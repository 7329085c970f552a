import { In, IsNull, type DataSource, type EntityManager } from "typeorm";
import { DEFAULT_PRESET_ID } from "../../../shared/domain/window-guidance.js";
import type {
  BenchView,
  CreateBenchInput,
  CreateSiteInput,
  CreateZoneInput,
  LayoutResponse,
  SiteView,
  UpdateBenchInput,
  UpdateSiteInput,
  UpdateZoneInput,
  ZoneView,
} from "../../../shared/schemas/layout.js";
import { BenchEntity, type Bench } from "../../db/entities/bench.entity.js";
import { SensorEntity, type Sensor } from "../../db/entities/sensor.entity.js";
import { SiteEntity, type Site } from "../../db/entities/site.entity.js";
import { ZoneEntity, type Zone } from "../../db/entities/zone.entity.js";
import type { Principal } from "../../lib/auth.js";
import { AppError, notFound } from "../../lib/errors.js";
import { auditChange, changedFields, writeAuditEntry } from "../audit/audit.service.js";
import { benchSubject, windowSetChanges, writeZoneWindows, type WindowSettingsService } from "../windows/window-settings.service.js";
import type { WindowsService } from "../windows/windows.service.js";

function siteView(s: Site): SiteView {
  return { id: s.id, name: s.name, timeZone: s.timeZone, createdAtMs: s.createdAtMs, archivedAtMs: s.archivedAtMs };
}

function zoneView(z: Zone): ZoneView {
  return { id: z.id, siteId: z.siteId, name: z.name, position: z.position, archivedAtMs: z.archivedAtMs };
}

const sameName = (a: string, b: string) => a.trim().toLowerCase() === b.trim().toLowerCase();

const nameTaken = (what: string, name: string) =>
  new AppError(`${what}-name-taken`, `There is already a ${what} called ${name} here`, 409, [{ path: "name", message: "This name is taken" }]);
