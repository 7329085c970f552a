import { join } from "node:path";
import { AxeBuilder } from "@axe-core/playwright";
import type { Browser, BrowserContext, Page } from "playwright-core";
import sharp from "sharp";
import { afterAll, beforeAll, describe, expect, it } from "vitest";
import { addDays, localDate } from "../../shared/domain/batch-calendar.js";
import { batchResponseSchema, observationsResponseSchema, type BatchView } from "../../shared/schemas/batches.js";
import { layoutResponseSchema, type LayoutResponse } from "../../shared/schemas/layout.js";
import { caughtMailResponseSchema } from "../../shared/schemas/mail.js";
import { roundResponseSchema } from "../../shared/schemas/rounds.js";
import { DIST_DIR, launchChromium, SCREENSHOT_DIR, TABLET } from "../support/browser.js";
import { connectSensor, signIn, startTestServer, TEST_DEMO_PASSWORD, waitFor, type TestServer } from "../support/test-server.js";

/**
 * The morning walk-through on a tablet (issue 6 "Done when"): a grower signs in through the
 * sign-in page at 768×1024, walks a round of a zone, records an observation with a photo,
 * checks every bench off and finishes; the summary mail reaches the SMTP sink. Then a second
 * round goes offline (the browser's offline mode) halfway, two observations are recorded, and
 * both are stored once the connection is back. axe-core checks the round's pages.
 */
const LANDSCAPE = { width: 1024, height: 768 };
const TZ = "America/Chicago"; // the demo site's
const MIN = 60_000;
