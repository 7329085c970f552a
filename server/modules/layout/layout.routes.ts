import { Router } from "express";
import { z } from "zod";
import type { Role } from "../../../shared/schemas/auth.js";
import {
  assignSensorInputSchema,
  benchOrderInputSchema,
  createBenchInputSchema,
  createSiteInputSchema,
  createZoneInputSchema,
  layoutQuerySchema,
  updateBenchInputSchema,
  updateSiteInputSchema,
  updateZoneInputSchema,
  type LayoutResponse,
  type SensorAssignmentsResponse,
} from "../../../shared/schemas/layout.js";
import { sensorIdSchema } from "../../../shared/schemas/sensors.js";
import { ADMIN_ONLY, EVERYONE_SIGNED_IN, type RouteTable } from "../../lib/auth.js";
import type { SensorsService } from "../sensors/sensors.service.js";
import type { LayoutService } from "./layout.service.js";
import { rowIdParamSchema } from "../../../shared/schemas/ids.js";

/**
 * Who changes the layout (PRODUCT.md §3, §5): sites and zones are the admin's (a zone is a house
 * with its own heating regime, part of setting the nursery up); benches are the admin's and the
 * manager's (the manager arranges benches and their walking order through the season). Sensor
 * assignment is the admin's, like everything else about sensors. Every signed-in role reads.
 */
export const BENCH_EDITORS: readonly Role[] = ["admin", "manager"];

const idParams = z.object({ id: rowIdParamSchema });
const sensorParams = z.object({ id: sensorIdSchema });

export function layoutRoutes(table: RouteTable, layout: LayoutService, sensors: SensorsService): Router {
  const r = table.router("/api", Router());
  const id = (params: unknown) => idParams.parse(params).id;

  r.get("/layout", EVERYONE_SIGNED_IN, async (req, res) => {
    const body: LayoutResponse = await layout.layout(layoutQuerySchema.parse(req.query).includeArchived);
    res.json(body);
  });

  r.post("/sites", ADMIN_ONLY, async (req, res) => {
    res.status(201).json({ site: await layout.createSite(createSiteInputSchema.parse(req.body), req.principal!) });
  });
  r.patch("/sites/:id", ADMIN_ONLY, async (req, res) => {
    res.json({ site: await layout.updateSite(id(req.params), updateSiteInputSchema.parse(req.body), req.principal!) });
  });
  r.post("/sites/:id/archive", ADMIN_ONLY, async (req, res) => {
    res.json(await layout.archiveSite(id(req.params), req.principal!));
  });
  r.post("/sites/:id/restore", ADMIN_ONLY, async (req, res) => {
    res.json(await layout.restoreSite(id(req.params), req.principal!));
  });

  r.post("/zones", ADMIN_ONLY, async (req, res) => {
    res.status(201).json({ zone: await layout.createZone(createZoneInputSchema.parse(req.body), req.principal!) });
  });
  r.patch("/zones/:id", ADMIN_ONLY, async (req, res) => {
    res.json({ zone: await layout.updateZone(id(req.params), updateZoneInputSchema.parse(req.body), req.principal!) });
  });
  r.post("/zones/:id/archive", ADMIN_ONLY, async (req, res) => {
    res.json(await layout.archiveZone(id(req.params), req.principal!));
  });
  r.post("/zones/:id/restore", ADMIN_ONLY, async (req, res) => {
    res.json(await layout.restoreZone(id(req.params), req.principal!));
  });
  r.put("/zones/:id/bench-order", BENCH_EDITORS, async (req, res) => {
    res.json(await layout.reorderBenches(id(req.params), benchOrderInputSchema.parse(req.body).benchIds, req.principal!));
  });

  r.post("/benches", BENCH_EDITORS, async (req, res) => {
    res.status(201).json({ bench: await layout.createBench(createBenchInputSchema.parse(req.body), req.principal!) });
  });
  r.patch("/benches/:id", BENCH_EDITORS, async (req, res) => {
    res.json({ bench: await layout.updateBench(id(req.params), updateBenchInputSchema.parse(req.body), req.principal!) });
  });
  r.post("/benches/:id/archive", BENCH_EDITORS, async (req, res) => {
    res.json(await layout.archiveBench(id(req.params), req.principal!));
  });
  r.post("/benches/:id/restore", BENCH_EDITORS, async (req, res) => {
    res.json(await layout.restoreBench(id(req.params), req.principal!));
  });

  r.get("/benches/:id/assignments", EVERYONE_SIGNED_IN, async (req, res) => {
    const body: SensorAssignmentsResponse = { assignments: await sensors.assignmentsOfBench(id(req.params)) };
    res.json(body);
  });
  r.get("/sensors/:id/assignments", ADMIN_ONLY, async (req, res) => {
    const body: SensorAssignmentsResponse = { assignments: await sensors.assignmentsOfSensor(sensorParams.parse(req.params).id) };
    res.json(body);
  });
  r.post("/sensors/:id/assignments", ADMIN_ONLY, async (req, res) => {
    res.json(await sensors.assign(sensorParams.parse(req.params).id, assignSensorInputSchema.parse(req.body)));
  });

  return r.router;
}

---------------

Problem to work on: Complete, exact output of the records is expected.

Written solution:
repository 7329085c970f552a
import { In, IsNull, type DataSource, type EntityManager } from "typeorm";
import { DEFAULT_PRESET_ID } from "../../../shared/domain/window-guidance.js";
import type {
  BenchView,
  CreateBenchInput,
  CreateSiteInput,
  CreateZoneInput,
  LayoutResponse,
  SiteView,
  UpdateBenchInput,
  UpdateSiteInput,
  UpdateZoneInput,
  ZoneView,
} from "../../../shared/schemas/layout.js";
import { BenchEntity, type Bench } from "../../db/entities/bench.entity.js";
import { SensorEntity, type Sensor } from "../../db/entities/sensor.entity.js";
import { SiteEntity, type Site } from "../../db/entities/site.entity.js";
import { ZoneEntity, type Zone } from "../../db/entities/zone.entity.js";
import type { Principal } from "../../lib/auth.js";
import { AppError, notFound } from "../../lib/errors.js";
import { auditChange, changedFields, writeAuditEntry } from "../audit/audit.service.js";
import { benchSubject, windowSetChanges, writeZoneWindows, type WindowSettingsService } from "../windows/window-settings.service.js";
import type { WindowsService } from "../windows/windows.service.js";

function siteView(s: Site): SiteView {
  return { id: s.id, name: s.name, timeZone: s.timeZone, createdAtMs: s.createdAtMs, archivedAtMs: s.archivedAtMs };
}

function zoneView(z: Zone): ZoneView {
  return { id: z.id, siteId: z.siteId, name: z.name, position: z.position, archivedAtMs: z.archivedAtMs };
}

const sameName = (a: string, b: string) => a.trim().toLowerCase() === b.trim().toLowerCase();

const nameTaken = (what: string, name: string) =>
  new AppError(`${what}-name-taken`, `There is already a ${what} called ${name} here`, 409, [{ path: "name", message: "This name is taken" }]);
repository 7329085c970f552a
import { join } from "node:path";
import { AxeBuilder } from "@axe-core/playwright";
import type { Browser, BrowserContext, Page } from "playwright-core";
import sharp from "sharp";
import { afterAll, beforeAll, describe, expect, it } from "vitest";
import { addDays, localDate } from "../../shared/domain/batch-calendar.js";
import { batchResponseSchema, observationsResponseSchema, type BatchView } from "../../shared/schemas/batches.js";
import { layoutResponseSchema, type LayoutResponse } from "../../shared/schemas/layout.js";
import { caughtMailResponseSchema } from "../../shared/schemas/mail.js";
import { roundResponseSchema } from "../../shared/schemas/rounds.js";
import { DIST_DIR, launchChromium, SCREENSHOT_DIR, TABLET } from "../support/browser.js";
import { connectSensor, signIn, startTestServer, TEST_DEMO_PASSWORD, waitFor, type TestServer } from "../support/test-server.js";

/**
 * The morning walk-through on a tablet (issue 6 "Done when"): a grower signs in through the
 * sign-in page at 768×1024, walks a round of a zone, records an observation with a photo,
 * checks every bench off and finishes; the summary mail reaches the SMTP sink. Then a second
 * round goes offline (the browser's offline mode) halfway, two observations are recorded, and
 * both are stored once the connection is back. axe-core checks the round's pages.
 */
const LANDSCAPE = { width: 1024, height: 768 };
const TZ = "America/Chicago"; // the demo site's
const MIN = 60_000;
repository 7329085c970f552a
filename server/modules/layout/layout.routes.ts
import { Router } from "express";
import { z } from "zod";
import type { Role } from "../../../shared/schemas/auth.js";
import {
  assignSensorInputSchema,
  benchOrderInputSchema,
  createBenchInputSchema,
  createSiteInputSchema,
  createZoneInputSchema,
  layoutQuerySchema,
  updateBenchInputSchema,
  updateSiteInputSchema,
  updateZoneInputSchema,
  type LayoutResponse,
  type SensorAssignmentsResponse,
} from "../../../shared/schemas/layout.js";
import { sensorIdSchema } from "../../../shared/schemas/sensors.js";
import { ADMIN_ONLY, EVERYONE_SIGNED_IN, type RouteTable } from "../../lib/auth.js";
import type { SensorsService } from "../sensors/sensors.service.js";
import type { LayoutService } from "./layout.service.js";
import { rowIdParamSchema } from "../../../shared/schemas/ids.js";

/**
 * Who changes the layout (PRODUCT.md §3, §5): sites and zones are the admin's (a zone is a house
 * with its own heating regime, part of setting the nursery up); benches are the admin's and the
 * manager's (the manager arranges benches and their walking order through the season). Sensor
 * assignment is the admin's, like everything else about sensors. Every signed-in role reads.
 */
export const BENCH_EDITORS: readonly Role[] = ["admin", "manager"];

const idParams = z.object({ id: rowIdParamSchema });
const sensorParams = z.object({ id: sensorIdSchema });

export function layoutRoutes(table: RouteTable, layout: LayoutService, sensors: SensorsService): Router {
  const r = table.router("/api", Router());
  const id = (params: unknown) => idParams.parse(params).id;

  r.get("/layout", EVERYONE_SIGNED_IN, async (req, res) => {
    const body: LayoutResponse = await layout.layout(layoutQuerySchema.parse(req.query).includeArchived);
    res.json(body);
  });

  r.post("/sites", ADMIN_ONLY, async (req, res) => {
    res.status(201).json({ site: await layout.createSite(createSiteInputSchema.parse(req.body), req.principal!) });
  });
  r.patch("/sites/:id", ADMIN_ONLY, async (req, res) => {
    res.json({ site: await layout.updateSite(id(req.params), updateSiteInputSchema.parse(req.body), req.principal!) });
  });
  r.post("/sites/:id/archive", ADMIN_ONLY, async (req, res) => {
    res.json(await layout.archiveSite(id(req.params), req.principal!));
  });
  r.post("/sites/:id/restore", ADMIN_ONLY, async (req, res) => {
    res.json(await layout.restoreSite(id(req.params), req.principal!));
  });

  r.post("/zones", ADMIN_ONLY, async (req, res) => {
    res.status(201).json({ zone: await layout.createZone(createZoneInputSchema.parse(req.body), req.principal!) });
  });
  r.patch("/zones/:id", ADMIN_ONLY, async (req, res) => {
    res.json({ zone: await layout.updateZone(id(req.params), updateZoneInputSchema.parse(req.body), req.principal!) });
  });
  r.post("/zones/:id/archive", ADMIN_ONLY, async (req, res) => {
    res.json(await layout.archiveZone(id(req.params), req.principal!));
  });
  r.post("/zones/:id/restore", ADMIN_ONLY, async (req, res) => {
    res.json(await layout.restoreZone(id(req.params), req.principal!));
  });
  r.put("/zones/:id/bench-order", BENCH_EDITORS, async (req, res) => {
    res.json(await layout.reorderBenches(id(req.params), benchOrderInputSchema.parse(req.body).benchIds, req.principal!));
  });

  r.post("/benches", BENCH_EDITORS, async (req, res) => {
    res.status(201).json({ bench: await layout.createBench(createBenchInputSchema.parse(req.body), req.principal!) });
  });
  r.patch("/benches/:id", BENCH_EDITORS, async (req, res) => {
    res.json({ bench: await layout.updateBench(id(req.params), updateBenchInputSchema.parse(req.body), req.principal!) });
  });
  r.post("/benches/:id/archive", BENCH_EDITORS, async (req, res) => {
    res.json(await layout.archiveBench(id(req.params), req.principal!));
  });
  r.post("/benches/:id/restore", BENCH_EDITORS, async (req, res) => {
    res.json(await layout.restoreBench(id(req.params), req.principal!));
  });

  r.get("/benches/:id/assignments", EVERYONE_SIGNED_IN, async (req, res) => {
    const body: SensorAssignmentsResponse = { assignments: await sensors.assignmentsOfBench(id(req.params)) };
    res.json(body);
  });
  r.get("/sensors/:id/assignments", ADMIN_ONLY, async (req, res) => {
    const body: SensorAssignmentsResponse = { assignments: await sensors.assignmentsOfSensor(sensorParams.parse(req.params).id) };
    res.json(body);
  });
  r.post("/sensors/:id/assignments", ADMIN_ONLY, async (req, res) => {
    res.json(await sensors.assign(sensorParams.parse(req.params).id, assignSensorInputSchema.parse(req.body)));
  });

  return r.router;
}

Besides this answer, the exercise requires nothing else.